The auger is powered by a worm screw which rotates the spur gear that powers the auger.
The worm screw delivering rotary energy to the spur gear will have a bronze bushing 
or two supporting the drive shaft at the end of the shaft in the gear box.

If you have a bad gear box it would grind and argue and then eventually stop running the auger- until the worm is shot, shaft is broken-not likely- the belt driving the unit will either burn up or break.

The fact that it is blowing snow and then squealing tells me the belt or belts are shot=worn out-it takes a lot of damage to bend a fan shaft- the fan will stop working by slipping due to overload.

Most likely it needs new belts which is an easy fix but takes time-by the green gates belt sized for your blower belt- heavy duty v belt for heavy shock loads like snow blowers and flail mowers.

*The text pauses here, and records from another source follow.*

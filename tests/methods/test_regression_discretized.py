"""The discretized method: target bins as classes, any classification method on them.

Outside references: pandas' ``qcut`` for the equal-frequency bins
(Arnaiz-González et al. 2016 cut the target by its quantiles), and
imbalanced-learn's ``EditedNearestNeighbours`` run on those bins as classes:
``kind_sel="all"`` is curate's ENN with ``vote="unanimous"``, and
``kind_sel="mode"`` its majority vote when two classes and odd k rule out tied
votes. Data: scikit-learn's bundled diabetes set, range-normalised by
``MinMaxScaler``.
"""

from __future__ import annotations

import numpy as np
import pandas as pd
import pytest
from imblearn.under_sampling import EditedNearestNeighbours
from sklearn.datasets import load_diabetes
from sklearn.preprocessing import MinMaxScaler

from curate.errors import UsageError
from curate.methods import REGRESSION_METHODS
from curate.settings import check_params
from curate.space import Space

DISCRETIZED = REGRESSION_METHODS["discretized"]


@pytest.fixture(scope="module")
def diabetes() -> tuple[np.ndarray, np.ndarray]:
    x, y = load_diabetes(return_X_y=True)
    return MinMaxScaler().fit_transform(x), y


def _imblearn_removed(x: np.ndarray, classes: np.ndarray, kind: str) -> np.ndarray:
    sampler = EditedNearestNeighbours(sampling_strategy="all", n_neighbors=3, kind_sel=kind)
    sampler.fit_resample(x, classes)
    return np.setdiff1d(np.arange(len(classes)), sampler.sample_indices_)


@pytest.mark.parametrize(("bins", "vote", "kind"), [(2, "majority", "mode"),
                                                    (5, "unanimous", "all")])
def test_enn_on_bins_removes_what_imbalanced_learn_removes(diabetes, bins, vote, kind) -> None:
    x, y = diabetes
    classes = pd.qcut(y, bins, labels=False)
    sel = DISCRETIZED.func(Space.from_matrix(x), y, removable=np.ones(len(y), bool), bins=bins,
                           method="enn", params={"k": 3, "vote": vote})
    np.testing.assert_array_equal(np.sort(sel.removed), _imblearn_removed(x, classes, kind))


def test_the_audit_and_the_info_state_the_bins(diabetes) -> None:
    x, y = diabetes
    _, edges = pd.qcut(y, 4, retbins=True)
    sel = DISCRETIZED.func(Space.from_matrix(x), y, removable=np.ones(len(y), bool), bins=4,
                           unit="points")
    np.testing.assert_allclose(sel.info["bins"]["edges"], edges)
    assert sel.info["bins"]["rows"] == np.bincount(pd.qcut(y, 4, labels=False)).tolist()
    first = sel.removed[0]
    assert sel.detail[0].startswith(f"its target {y[first]:.1f} points is in bin ")
    assert " of 4 (" in sel.detail[0] and "points to " in sel.detail[0]


def test_inner_parameters_are_checked_against_the_inner_method(diabetes) -> None:
    x, y = diabetes
    with pytest.raises(UsageError, match=r"discretized \(enn\): parameter 'k' got 0"):
        DISCRETIZED.func(Space.from_matrix(x), y, removable=np.ones(len(y), bool),
                         params={"k": 0})
    with pytest.raises(UsageError, match="parameter 'method' got 'exact-duplicates'"):
        check_params(DISCRETIZED, {"method": "exact-duplicates"})
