"""Putting a finished output in place so that a kill at any moment can be undone or finished.

An output is written complete under ``.NAME.partial-ID`` beside the final
path. A new path is then one rename. Replacing an existing folder takes three
steps, and a journal ``.NAME.swap.json`` written before the first one makes
them recoverable::

    journal written -> NAME renamed to .NAME.old-ID -> .NAME.partial-ID renamed to NAME
    -> .NAME.old-ID removed -> journal removed

Once the journal exists the new output is complete and the replace is
decided, so :func:`recover` (run by the next command that touches the path,
holding its lock) always finishes it. Before the journal exists nothing was
replaced, and the stray ``.NAME.partial-ID`` is removed by :func:`sweep`.

While an output is claimed, :class:`Signals` makes SIGTERM unwind like
Ctrl-C, and holds both back during the renames and the clean-up.

The environment variable ``CURATE_TEST_SIGNAL=STEP:SIGNAL`` makes the process
send itself SIGNAL (``KILL``, ``STOP``, ``TERM`` or ``INT``) at STEP; the kill
tests use it to stop a real run between two given steps (see :func:`kill_point`).
"""

from __future__ import annotations

import json
import os
import re
import shutil
import signal
import threading
import uuid
from collections.abc import Iterator
from contextlib import contextmanager
from pathlib import Path
from types import FrameType
from typing import Any

from curate.errors import OutputError, Terminated

__all__ = ["STEPS", "Signals", "journal_path", "kill_point", "new_partial", "put_in_place", "recover",
           "sweep"]

STEPS = ("claimed", "writing", "written", "journal", "old-moved", "new-moved", "old-removed")


def kill_point(step: str) -> None:
    """Send this process the signal that ``CURATE_TEST_SIGNAL`` asks for at ``step``, if any.

    Only the kill and race tests set the variable; without it this does nothing.

    Examples
    --------
    >>> kill_point("written")  # the variable is not set: nothing happens
    """
    at, _, name = os.environ.get("CURATE_TEST_SIGNAL", "").partition(":")
    if at == step and name in ("KILL", "STOP", "TERM", "INT"):
        os.kill(os.getpid(), getattr(signal, f"SIG{name}"))


def journal_path(target: Path) -> Path:
    """The journal of an interrupted replace of ``target``: ``.NAME.swap.json`` beside it.

    Examples
    --------
    >>> journal_path(Path("runs/latest")).as_posix()
    'runs/.latest.swap.json'
    """
    return target.parent / f".{target.name}.swap.json"


def new_partial(target: Path) -> Path:
    """A fresh name ``.NAME.partial-ID`` beside ``target`` to write the output under.

    Examples
    --------
    >>> new_partial(Path("runs/latest")).name.startswith(".latest.partial-")
    True
    """
    return target.parent / f".{target.name}.partial-{uuid.uuid4().hex[:8]}"


def _remove(path: Path, tolerant: bool = False) -> None:
    """Remove a file or folder; ``tolerant`` leaves what cannot be removed to :func:`sweep`."""
    if path.is_dir() and not path.is_symlink():
        shutil.rmtree(path, ignore_errors=tolerant)
    else:
        path.unlink(missing_ok=True)


def put_in_place(partial: Path, target: Path) -> None:
    """Move the finished ``partial`` to ``target``, replacing a folder there through the journal."""
    if partial.is_file() or not target.exists():
        os.replace(partial, target)
        return
    old = target.parent / f".{target.name}.old-{partial.name.rsplit('-', 1)[1]}"
    journal = journal_path(target)
    scratch = journal.with_name(journal.name + ".tmp")
    scratch.write_text(json.dumps({"partial": partial.name, "old": old.name, "pid": os.getpid()}))
    os.replace(scratch, journal)
    kill_point("journal")
    os.rename(target, old)
    kill_point("old-moved")
    os.rename(partial, target)
    kill_point("new-moved")
    _remove(old, tolerant=True)
    kill_point("old-removed")
    journal.unlink()


def _journal(target: Path) -> tuple[Path, Path, str]:
    journal = journal_path(target)
    try:
        data = json.loads(journal.read_text(encoding="utf-8"))
        names = (str(data["partial"]), str(data["old"]))
    except (ValueError, KeyError, TypeError) as err:
        raise OutputError(f"the journal {journal} of an interrupted replace cannot be read ({err})",
                          hint=f"look at {target} and the .{target.name}.* entries beside it, keep "
                               f"the one you want as {target.name}, then delete {journal.name}"
                          ) from None
    prefix = re.escape(f".{target.name}.")
    if not all(re.fullmatch(prefix + kind + r"-[0-9a-f]{8}", name)
               for kind, name in zip(("partial", "old"), names, strict=True)):
        raise OutputError(f"the journal {journal} names paths curate does not write: {names}",
                          hint=f"delete {journal.name} if you wrote it yourself")
    return target.parent / names[0], target.parent / names[1], str(data.get("pid", "?"))


def recover(target: Path) -> str | None:
    """Finish a replace of ``target`` that a killed run left half done; say what was done.

    The caller holds the lock of ``target``. Returns None when there was
    nothing to recover. Every step is safe to repeat, so a kill during the
    recovery itself is recovered the next time.
    """
    if not journal_path(target).exists():
        return None
    partial, old, pid = _journal(target)
    if partial.exists() and target.exists() and old.exists():
        raise OutputError(f"an interrupted replace left {partial.name} and {old.name} beside "
                          f"{target}, and {target} has been made again since",
                          hint=f"keep the one you want as {target.name}, then delete "
                               f"{journal_path(target).name}")
    if partial.exists():
        if target.exists():
            os.rename(target, old)
        os.rename(partial, target)
        done = "put the new output in place"
    elif target.exists():
        done = "the new output was already in place"
    elif old.exists():
        os.rename(old, target)
        done = "the new output was gone, so the previous output was put back"
    else:
        done = "neither the new nor the previous output was left"
    if old.exists():
        _remove(old, tolerant=True)
    journal_path(target).unlink()
    return (f"finished the replace of {target} that an interrupted run (pid {pid}) left half "
            f"done: {done}")


def sweep(target: Path) -> list[str]:
    """Remove stray ``.NAME.partial-ID`` and ``.NAME.old-ID`` entries beside ``target``.

    Only curate writes names of this form; the caller holds the lock and has
    run :func:`recover`, so no run is using them. Returns the names removed.
    """
    pattern = re.compile(re.escape(f".{target.name}.") + r"(partial|old)-[0-9a-f]{8}|"
                         + re.escape(journal_path(target).name + ".tmp"))
    removed = []
    for entry in sorted(target.parent.iterdir()):
        if pattern.fullmatch(entry.name):
            _remove(entry)
            removed.append(entry.name)
    return removed


class Signals:
    """While a claim is held, SIGTERM unwinds like Ctrl-C (so that the claim is released), and
    during the final renames both signals wait until the output is in place."""

    def __init__(self) -> None:
        self.previous: dict[int, Any] = {}
        self.pending: int | None = None
        self.deferring = False

    def __enter__(self) -> Signals:
        # Python runs signal handlers in the main thread only, and only it may set them.
        if threading.current_thread() is threading.main_thread():
            for number in (signal.SIGINT, signal.SIGTERM):
                self.previous[number] = signal.signal(number, self._handle)
        return self

    def __exit__(self, *exc: object) -> None:
        for number, handler in self.previous.items():
            signal.signal(number, handler)

    def _handle(self, number: int, frame: FrameType | None) -> None:
        if self.deferring:
            self.pending = number
            return
        previous = self.previous.get(number)
        if callable(previous):
            previous(number, frame)
        elif previous != signal.SIG_IGN:
            raise Terminated() if number == signal.SIGTERM else KeyboardInterrupt()

    @contextmanager
    def deferred(self) -> Iterator[None]:
        """Hold signals back while the block runs; act on one that came when it ends."""
        self.deferring = True
        try:
            yield
        finally:
            self.deferring = False
            if self.pending is not None:
                self._handle(self.pending, None)
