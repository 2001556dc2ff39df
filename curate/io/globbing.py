"""Globs that meet every real file once, even through symbolic-link loops.

Python's :func:`glob.glob` follows symbolic links to folders under ``**`` with
no memory of where it has been: a link pointing back up the tree makes it list
the same file once per level until the system's link limit (41 copies of each
file), and two such links make the count grow exponentially. Here ``**``
enters each real folder (device and inode) once, and each real file is listed
once, under the first path found in sorted order. The pattern language is
glob's: ``*``, ``?``, ``[...]`` within a name, ``**`` for any depth; names
starting with a dot are matched only by a pattern part that starts with one.
"""

from __future__ import annotations

import fnmatch
import glob
import os
from collections.abc import Iterator
from pathlib import Path

__all__ = ["glob_files", "unique_files"]


def _identity(path: Path) -> tuple[int, int] | None:
    try:
        stat = path.stat()
    except (OSError, RuntimeError):  # a dangling link or a link loop names no real file
        return None
    return stat.st_dev, stat.st_ino


def unique_files(paths: list[Path]) -> list[Path]:
    """The paths that are regular files, each real file once (the first of its names kept).

    Examples
    --------
    >>> import tempfile
    >>> folder = Path(tempfile.mkdtemp())
    >>> _ = (folder / "a.csv").write_text("x\\n1\\n")
    >>> (folder / "b.csv").symlink_to(folder / "a.csv")
    >>> [p.name for p in unique_files([folder / "a.csv", folder / "b.csv"])]
    ['a.csv']
    """
    seen: set[tuple[int, int]] = set()
    files = []
    for path in paths:
        key = _identity(path)
        if key is not None and key not in seen and path.is_file():
            seen.add(key)
            files.append(path)
    return files


def _children(folder: Path, part: str) -> Iterator[Path]:
    try:
        names = sorted(os.listdir(folder))
    except OSError:
        return
    for name in names:
        if fnmatch.fnmatchcase(name, part) and (part.startswith(".") or not name.startswith(".")):
            yield folder / name


def _match(folder: Path, parts: tuple[str, ...], entered: set[tuple[int, int]]) -> Iterator[Path]:
    if not parts:
        yield folder
        return
    head, rest = parts[0], parts[1:]
    if head == "**":
        key = _identity(folder)
        if key is None or key in entered:
            return
        entered.add(key)
        yield from _match(folder, rest, entered)
        for child in _children(folder, "*"):
            if child.is_dir():
                yield from _match(child, parts, entered)
    elif glob.has_magic(head):
        for child in _children(folder, head):
            yield from _match(child, rest, entered)
    elif os.path.lexists(folder / head):
        yield from _match(folder / head, rest, entered)


def glob_files(pattern: str) -> list[Path]:
    """The regular files ``pattern`` matches, sorted, each real file once.

    Examples
    --------
    >>> import tempfile
    >>> root = Path(tempfile.mkdtemp())
    >>> (root / "a" / "b").mkdir(parents=True)
    >>> _ = (root / "a" / "b" / "t.csv").write_text("x\\n1\\n")
    >>> (root / "a" / "b" / "up").symlink_to(root / "a")  # a loop: a/b/up/b/up/...
    >>> [str(p.relative_to(root)) for p in glob_files(str(root / "**" / "*.csv"))]
    ['a/b/t.csv']
    """
    anchor = Path(pattern).anchor
    parts = Path(pattern).parts[1:] if anchor else Path(pattern).parts
    start = Path(anchor) if anchor else Path()
    found = sorted(_match(start, tuple(parts), set()))
    return unique_files(found)
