"""Fixtures of the method tests (curate/methods).

Each method is checked against a reference library doing the same procedure
(imbalanced-learn, scikit-learn) or against its published definition; the
data helpers are in editing_fixtures.py and condensing_fixtures.py.
"""

from __future__ import annotations

from collections.abc import Iterator

import pytest
from threadpoolctl import threadpool_limits


@pytest.fixture
def one_thread() -> Iterator[None]:
    """Run the reference libraries on one thread: on a shared 2-core machine their
    thread pools oversubscribe and run many times slower (measured: 13 times).

    The editing tests use it (``pytestmark``); it is not autouse because entering the
    limit costs about 11 ms, which hundreds of other tests here do not need to pay.
    """
    with threadpool_limits(1):
        yield
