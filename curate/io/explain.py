"""`curate why`: what happened to one row of a written run, in plain words.

Reads only ``audit.parquet``, ``kept.parquet`` and, where a label-noise stage
flagged rows it kept, ``flagged.parquet`` with polars, so the command starts
without the numeric libraries the run needed.
"""

from __future__ import annotations

from pathlib import Path
from typing import Any

import polars as pl

from curate.errors import UsageError
from curate.io.outputs import settle

__all__ = ["explain"]


def _same_id(column: pl.Series, row_id: str) -> pl.Series:
    return column.cast(pl.String) == row_id


def explain(run: Path, row_id: str) -> str:
    """Say in plain words what happened to ``row_id`` in the run folder ``run``."""
    run = Path(run)
    settle(run)
    audit_path = run / "audit.parquet"
    if not audit_path.exists():
        raise UsageError(f"{run} is not a run folder (no audit.parquet)",
                         hint="give the folder that `curate run` wrote, e.g. --run runs/latest")
    audit = pl.read_parquet(audit_path)
    hit = audit.filter(_same_id(audit["row_id"], row_id))
    if hit.height:
        return _removal_text(hit.row(0, named=True))
    kept = pl.read_parquet(run / "kept.parquet", columns=["row_id"])
    if _same_id(kept["row_id"], row_id).any():
        flags = _flags(run, row_id)
        if flags:
            return f"row {row_id} was kept: no stage removed it.\n" + "\n".join(flags)
        return f"row {row_id} was kept: no stage removed it."
    raise UsageError(f"row {row_id} is not in the run {run}",
                     hint="give a row id from the input (the id column, or the 0-based position)")


def _flags(run: Path, row_id: str) -> list[str]:
    """What label-noise stages that keep the rows they flag said about this row."""
    path = run / "flagged.parquet"
    if not path.exists():
        return []
    flagged = pl.read_parquet(path)
    lines = []
    for rec in flagged.filter(_same_id(flagged["row_id"], row_id)).iter_rows(named=True):
        said = ("suggests the label" if rec["action"] == "relabel" else
                "reported it, suggesting the label")
        lines.append(f"  stage {rec['stage']!r} ({rec['method']}) {said} "
                     f"{rec['suggested_label']!r} instead of {rec['label']!r}, reason "
                     f"{rec['reason']!r}:")
        lines.append(f"    {rec['detail']}")
    return lines


def _removal_text(rec: dict[str, Any]) -> str:
    lines = [f"row {rec['row_id']} (label {rec['label']!r}) was removed by stage {rec['stage']!r} "
             f"({rec['method']}), reason {rec['reason']!r}" +
             (f", step {rec['step']}" if rec["step"] and rec["step"] > 1 else "") + ".",
             f"  {rec['detail']}"]
    if rec["kept_as"] is not None:
        lines.append(f"  the kept row standing for it: {rec['kept_as']}")
    if rec.get("suggested_label") is not None:
        lines.append(f"  the label the stage suggests for it: {rec['suggested_label']!r}")
    neighbours = list(zip(rec["neighbour_ids"], rec["neighbour_labels"], rec["neighbour_distances"],
                          strict=True))
    if neighbours:
        lines.append("  evidence (row id, label, distance):")
        lines.extend(f"    {nid}  {lab!r}  {dist:.4g}" for nid, lab, dist in neighbours)
    return "\n".join(lines)
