"""Data and outside-library helpers shared by the editing and cleaning tests.

Nothing is loaded at import time. Every data set is one that scikit-learn
ships inside the package (no download), range-normalised with scikit-learn's
MinMaxScaler as curate's default space does.
"""

from __future__ import annotations

import numpy as np
import open_data
from sklearn.neighbors import NearestNeighbors
from sklearn.preprocessing import MinMaxScaler

from curate.space import Space

# Our vote names -> imbalanced-learn's kind_sel (its ENN, RENN and All-kNN take the same).
KINDS = {"majority": "mode", "unanimous": "all"}


def dataset(name: str, *, flip: float = 0.0, seed: int = 0) -> tuple[np.ndarray, np.ndarray]:
    """Return (X range-normalised, y), with a seeded share of labels flipped.

    Digits are subsampled to 600 rows and jittered by 1e-6 of a pixel step
    before scaling: its pixels are integers 0..16, so without jitter many
    distances tie exactly, and which of two equally near rows a reference
    library returns is not promised (common practice, no source).
    """
    X, y = open_data.load(name)
    if name == "digits":
        rng = np.random.default_rng(seed + 1000)
        keep = np.sort(rng.choice(len(y), 600, replace=False))
        X = X[keep] + rng.uniform(0.0, 1e-6, size=X[keep].shape)
        y = y[keep]
    X = MinMaxScaler().fit_transform(X)
    return X, flip_labels(y, flip, seed) if flip else y.copy()


def flip_labels(y: np.ndarray, share: float, seed: int) -> np.ndarray:
    """Give a seeded ``share`` of rows a different label, drawn uniformly from the others."""
    rng = np.random.default_rng(seed)
    out = y.copy()
    classes = np.unique(y)
    for i in rng.choice(len(y), int(round(share * len(y))), replace=False):
        out[i] = rng.choice(classes[classes != y[i]])
    return out


def space(X: np.ndarray) -> Space:
    """curate's space over an already scaled matrix."""
    return Space.from_matrix(X)


def everyone(n: int) -> np.ndarray:
    """A removable mask that lets every row go."""
    return np.ones(n, dtype=bool)


def neighbour_labels(X: np.ndarray, y: np.ndarray, k: int) -> np.ndarray:
    """Labels of each row's k nearest other rows, by scikit-learn's NearestNeighbors."""
    idx = NearestNeighbors(n_neighbors=k).fit(X).kneighbors(None, return_distance=False)
    return y[idx]


def own_label_ties(X: np.ndarray, y: np.ndarray, k: int) -> np.ndarray:
    """Rows whose own label ties with another label for the most of k neighbour votes.

    There the majority rule (Wilson 1972) gives no answer; curate keeps the
    row, imbalanced-learn's ``mode`` picks the smallest tied label.
    """
    votes = neighbour_labels(X, y, k)
    classes = np.unique(y)
    counts = (votes[:, :, None] == classes[None, None, :]).sum(axis=1)
    own = counts[np.arange(len(y)), np.searchsorted(classes, y)]
    top = counts.max(axis=1)
    return (own == top) & ((counts == top[:, None]).sum(axis=1) > 1)


def removed_by(sampler, X: np.ndarray, y: np.ndarray) -> set[int]:
    """Positions an imbalanced-learn sampler drops (its ``sample_indices_`` are those it keeps)."""
    sampler.fit_resample(X, y)
    return set(range(len(y))) - {int(i) for i in sampler.sample_indices_}


def drop_rows(X: np.ndarray, y: np.ndarray, rows: np.ndarray) -> tuple[np.ndarray, np.ndarray]:
    """The data without ``rows``."""
    keep = np.setdiff1d(np.arange(len(y)), rows)
    return X[keep], y[keep]
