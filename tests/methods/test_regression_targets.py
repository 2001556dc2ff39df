"""Numeric targets: checks, quantile bins, stratified folds and out-of-fold residuals.

Outside references: pandas' ``qcut`` (equal-frequency bins, right-closed, the
lowest value included), numpy's standard deviation, scikit-learn's
``StratifiedKFold`` and ``cross_val_predict`` with ``KNeighborsRegressor``.
Data: scikit-learn's bundled diabetes set (Efron et al. 2004).
"""

from __future__ import annotations

import numpy as np
import pandas as pd
import pytest
from sklearn.datasets import load_diabetes
from sklearn.model_selection import StratifiedKFold, cross_val_predict
from sklearn.neighbors import KNeighborsRegressor

from curate.errors import InputError
from curate.methods._targets import (
    check_targets,
    out_of_fold_residuals,
    quantile_bins,
    regression_folds,
    scaled_residuals,
)


@pytest.mark.parametrize("bins", [2, 5, 10])
def test_bins_equal_pandas_qcut_on_diabetes(bins: int) -> None:
    y = load_diabetes().target
    codes, edges = quantile_bins(y, bins)
    expected, expected_edges = pd.qcut(y, bins, labels=False, retbins=True, duplicates="drop")
    np.testing.assert_array_equal(codes, expected)
    np.testing.assert_allclose(edges, expected_edges)


def test_repeated_targets_merge_bins_like_pandas() -> None:
    y = np.array([1.0] * 8 + [2.0, 3.0])
    codes, edges = quantile_bins(y, 4)
    expected, expected_edges = pd.qcut(y, 4, labels=False, retbins=True, duplicates="drop")
    np.testing.assert_array_equal(codes, expected)
    assert len(edges) == len(expected_edges)


def test_folds_are_stratified_k_fold_on_the_quantile_bins() -> None:
    y = load_diabetes().target
    ours = regression_folds(y, 5, seed=3)
    theirs = StratifiedKFold(5, shuffle=True, random_state=3).split(
        np.zeros((len(y), 1)), pd.qcut(y, 10, labels=False))
    for (train_a, test_a), (train_b, test_b) in zip(ours, theirs, strict=True):
        np.testing.assert_array_equal(test_a, test_b)
        np.testing.assert_array_equal(train_a, train_b)


def test_out_of_fold_residuals_match_cross_val_predict() -> None:
    x, y = load_diabetes(return_X_y=True)
    splits = regression_folds(y, 4, seed=1)
    predicted = cross_val_predict(KNeighborsRegressor(n_neighbors=7), x, y, cv=splits)
    got = out_of_fold_residuals(x, y, KNeighborsRegressor(n_neighbors=7), folds=4, seed=1)
    np.testing.assert_allclose(got, np.abs(y - predicted) / np.std(y))


def test_scaled_residuals_need_a_spread() -> None:
    with pytest.raises(ValueError, match="spread is zero"):
        scaled_residuals(np.ones(3), np.zeros(3))


@pytest.mark.parametrize(("values", "words"), [
    (np.array(["ok", "worn"]), "holds text"),
    (np.array([True, False]), "true/false"),
    (np.array([1.0, np.nan, 2.0]), "no finite target value"),
    (np.array([1.0, np.inf]), "no finite target value"),
    (np.array([3.0, 3.0, 3.0]), "every one of the 3 rows has the target 3"),
])
def test_bad_targets_are_input_errors_with_exit_code_3(values: np.ndarray, words: str) -> None:
    # Common practice, no source: a regression target must be numbers that vary.
    with pytest.raises(InputError, match=words) as caught:
        check_targets(values, where="table.csv, column 'hours'")
    assert caught.value.exit_code == 3 and "table.csv" in str(caught.value)


def test_missing_targets_are_named_by_row_id() -> None:
    with pytest.raises(InputError, match=r"2 rows \(first: p2, p4\)"):
        check_targets([1.0, None, 3.0, None], ids=["p1", "p2", "p3", "p4"])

The belt drive is either on the rear of the blower or in the middle if the motor shaft is forward.

Use fluid film to coat the auger and spray the inside of the auger housing to reduce rust and aid in blowing snowby spraying the fan paddles and the inside of the fan housing as well.

If the belt have never been changed that is the most likely culprit from what you have described as badly worn-slipping belts will allow the drive pulleys to scream.

leon :waving:


----------



## fig865

Thanks a ton Leon. It makes complete sense. I'll take a look tomorrow.


----------



## mysteryman

in regard to my original post above, the outcome was a worn friction disc drive. I replaced the 'platter' and the 'wheel', as well as the two belts. I did this after the 2010-2011 blowing season so cannot report on the success, but expect it to be 'like new'. I meant to post this long ago but time slipped by. thanks for all of the responses.


----------



## mysteryman

leon;921891 said:


> ========================================================================================================================================================================================================================
> 
> About your snow blower-
> 
> A lot of the issues you have right now are due
> to the temperature in the garage.
> 
> If you have any fluid film or wd-40 or warm ten weight oil
> you shoud spray or drip lube all the exposed linkages,
> pins, the throttle cable linkage in that is fed through steel
> or plastic tubing by spraying the lubricant in the tube or on
> the wire to drip inside the tube and work the throttle linkage
> to the point where there is little to no resistance operating
> the throttle linkage.
> 
> Spraying Fluid Film in the chute to coat it as well as the area
> where the auger and fan are located will help protect the metal
> and make it much more slippery to ease the snow blowing.
> WD fourty works in a pinch but fluid film is better and cooking
> spray works as last resort too-dont smoke while you are spraying it
> if you do smoke tobacco.
> 
> As old as the snow blower is the drive belts should be replaced
> period due to rubber rot; If possible get the Gates brand green
> colored belts for the blower as they are high strength woven belts
> that have stronger rubbers to absorb shock loads and increase
> belt life-but if they have your belts in stock at the toro dealers you
> could do that as well
> 
> I would also obtain several shear pins for the auger to have on hand
> as well if you have none.
> and be sure to grease the end bearings on the cross auger as well as
> checking the oil level on the auger gear box.
> 
> One more thing:
> 
> Standing 6-8 feet behind the snow blower operating station
> you need to observe if the center of the blower housing is lower than the
> stub axles for the rubber tires- this means the axle shafts have started
> to walk out of the transmission housing and they need to be reinserted
> and have the set screws/ readjusted and tightened.
> 
> About the engine:
> 
> If the fuel tank does not have a shut off valve you need to buy one,
> 
> the fuel tubing from the tank to the carburator should be replaced
> due to rubber rot.
> 
> The engine oil should be a 5w-30 as you have a cold garage-saying that
> having a kerosene or propane fired salamader works wonders to warm
> everything up prior to starting.
> 
> Adding "sea foam" to your gasoline should be done to help preserve the
> gasoline and adding a little to the tank at every fill up will help you tremendously
> as well.
> 
> I always use the high octane fuel for better perfomance in my engines both 2 and 4
> cycle.
> 
> When I am done using the 4 cycle engines I have, I always shut the fuel line off to
> starve the engine of fuel while it is running, and then after it dies I open the choke to
> start it again to run all the fuel out. It only takes a minute for the fuel to reach the
> carburator after you open the valve back up.
> 
> leon:waving:


LEON-

You seem to know your way around these machines, am I missing something or are there not any zerk grease fittings on the auger assembly? If there are any I surely am missing them, thanks for your reply.


----------



## leon

*toro 521*

You may havwe one that is using sealed bearings and has no grease fittings UGH!!, It will be interesting to see how my RAD/JD snow caster works this winter as it has no grease fittings.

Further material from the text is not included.